• _TASK DESCRIPTION_
Only the lines below between the ones containing "r := math.Sqrt(g*g + 1)" and "g = d[i+1] - p", inclusive, are to be reproduced, each exactly as it stands.

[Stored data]
········

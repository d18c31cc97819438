package model

import "math"

// eigen brings a symmetric n×n matrix to diagonal form: d are its eigenvalues, rising, and row i of v is the eigenvector that belongs to d[i].
// The matrix is overwritten; the results lie in tmp. The way is that of the textbooks: Householder's reflections to three diagonals, then
// implicit QL steps (Wilkinson & Reinsch 1971, Handbook for Automatic Computation II, contributions II/2 and II/4; from memory), arranged so
// that every inner loop runs along rows.
func eigen(tmp *slab, n int, a []float64) (d, v []float64) {
	d, v = tmp.take(n), tmp.take(n*n)
	mark := tmp.mark()
	e := tmp.take(n + 1)
	tridiagonal(tmp, n, a, d, e, v)
	implicitQL(n, d, e, v)
	sortModes(n, d, v, tmp.take(n))
	tmp.back(mark)
	return d, v
}

// tridiagonal reduces a to the diagonal d and the diagonal beside it e (n-1): a = vᵀ·T·v.
func tridiagonal(tmp *slab, n int, a, d, e, v []float64) {
	p, scale := tmp.take(n), tmp.take(n)
	for k := 0; k+2 < n; k++ {
		x := a[k*n+k+1:][:n-k-1] // becomes the reflection's vector
		sum := 0.0
		for _, c := range x[1:] {
			sum += c * c
		}
		if sum == 0 {
			e[k] = x[0]
			continue
		}
		alpha := -math.Copysign(math.Sqrt(x[0]*x[0]+sum), x[0])
		e[k] = alpha
		x[0] -= alpha
		beta := 2 / (x[0]*x[0] + sum)
		scale[k] = beta
		m := len(x)
		p := p[:m]
		dot := 0.0
		for i, c := range x {
			s := 0.0
			for j, b := range a[(k+1+i)*n+k+1:][:m] {
				s += b * x[j]
			}
			p[i] = beta * s
			dot += p[i] * c
		}
		for i, c := range x {
			p[i] -= beta / 2 * dot * c
		}
		for i, c := range x {
			row, w := a[(k+1+i)*n+k+1:][:m], p[i]
			for j := range row {
				row[j] -= c*p[j] + w*x[j]
			}
		}
	}
	for k := 0; k < n; k++ {
		d[k] = a[k*n+k]
	}
	if n > 1 {
		e[n-2] = a[(n-2)*n+n-1]
	}
	for i := 0; i < n; i++ {
		v[i*n+i] = 1
	}
	for k := n - 3; k >= 0; k-- { // v = …·H1·H0 from the last on: rows and columns beyond k only
		if scale[k] == 0 {
			continue
		}
		x := a[k*n+k+1:][:n-k-1]
		for i := range x {
			row := v[(k+1+i)*n+k+1:][:len(x)]
			s := 0.0
			for j, c := range x {
				s += row[j] * c
			}
			s *= scale[k]
			for j, c := range x {
				row[j] -= s * c
			}
		}
	}
}

// implicitQL turns the tridiagonal matrix d, e to its eigenvalues and the rows of v to its eigenvectors.
func implicitQL(n int, d, e, v []float64) {
	e[n-1] = 0
	for l := 0; l < n; l++ {
		for range 60 { // two or three are the rule
			m := l
			for ; m < n-1; m++ {
				if math.Abs(e[m]) <= 1.2e-16*(math.Abs(d[m])+math.Abs(d[m+1])) {
					break
				}
			}
			if m == l {
				break
			}
			g := (d[l+1] - d[l]) / (2 * e[l])
			r := math.Sqrt(g*g + 1)
			g = d[m] - d[l] + e[l]/(g+math.Copysign(r, g))
			s, c, p := 1.0, 1.0, 0.0
			i := m - 1
			for ; i >= l; i-- {
				f, b := s*e[i], c*e[i]
				r = math.Sqrt(f*f + g*g)
				e[i+1] = r
				if r == 0 {
					d[i+1] -= p
					e[m] = 0
					break
				}
				s, c = f/r, g/r
				g = d[i+1] - p
				r = (d[i]-g)*s + 2*c*b
				p = s * r
				d[i+1] = g + p
				g = c*r - b
				turn(v[i*n:][:n], v[(i+1)*n:][:n], s, c)
			}
			if i >= l {
				continue
			}
			d[l] -= p
			e[l], e[m] = g, 0
		}
	}
}

// turn rotates two rows.
func turn(low, up []float64, s, c float64) {
	up = up[:len(low)]
	for k, x := range low {
		f := up[k]
		up[k] = s*x + c*f
		low[k] = c*x - s*f
	}
}

// sortModes sorts eigenvalues and the rows that belong to them.
func sortModes(n int, d, v, row []float64) {
	for i := 0; i < n-1; i++ {
		least := i
		for j := i + 1; j < n; j++ {
			if d[j] < d[least] {
				least = j
			}
		}
		if least != i {
			d[i], d[least] = d[least], d[i]
			copy(row, v[i*n:][:n])
			copy(v[i*n:][:n], v[least*n:][:n])
			copy(v[least*n:][:n], row)
		}
	}
}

········

• _PROBLEM SOLUTION_
			r := math.Sqrt(g*g + 1)
			g = d[m] - d[l] + e[l]/(g+math.Copysign(r, g))
			s, c, p := 1.0, 1.0, 0.0
			i := m - 1
			for ; i >= l; i-- {
				f, b := s*e[i], c*e[i]
				r = math.Sqrt(f*f + g*g)
				e[i+1] = r
				if r == 0 {
					d[i+1] -= p
					e[m] = 0
					break
				}
				s, c = f/r, g/r
				g = d[i+1] - p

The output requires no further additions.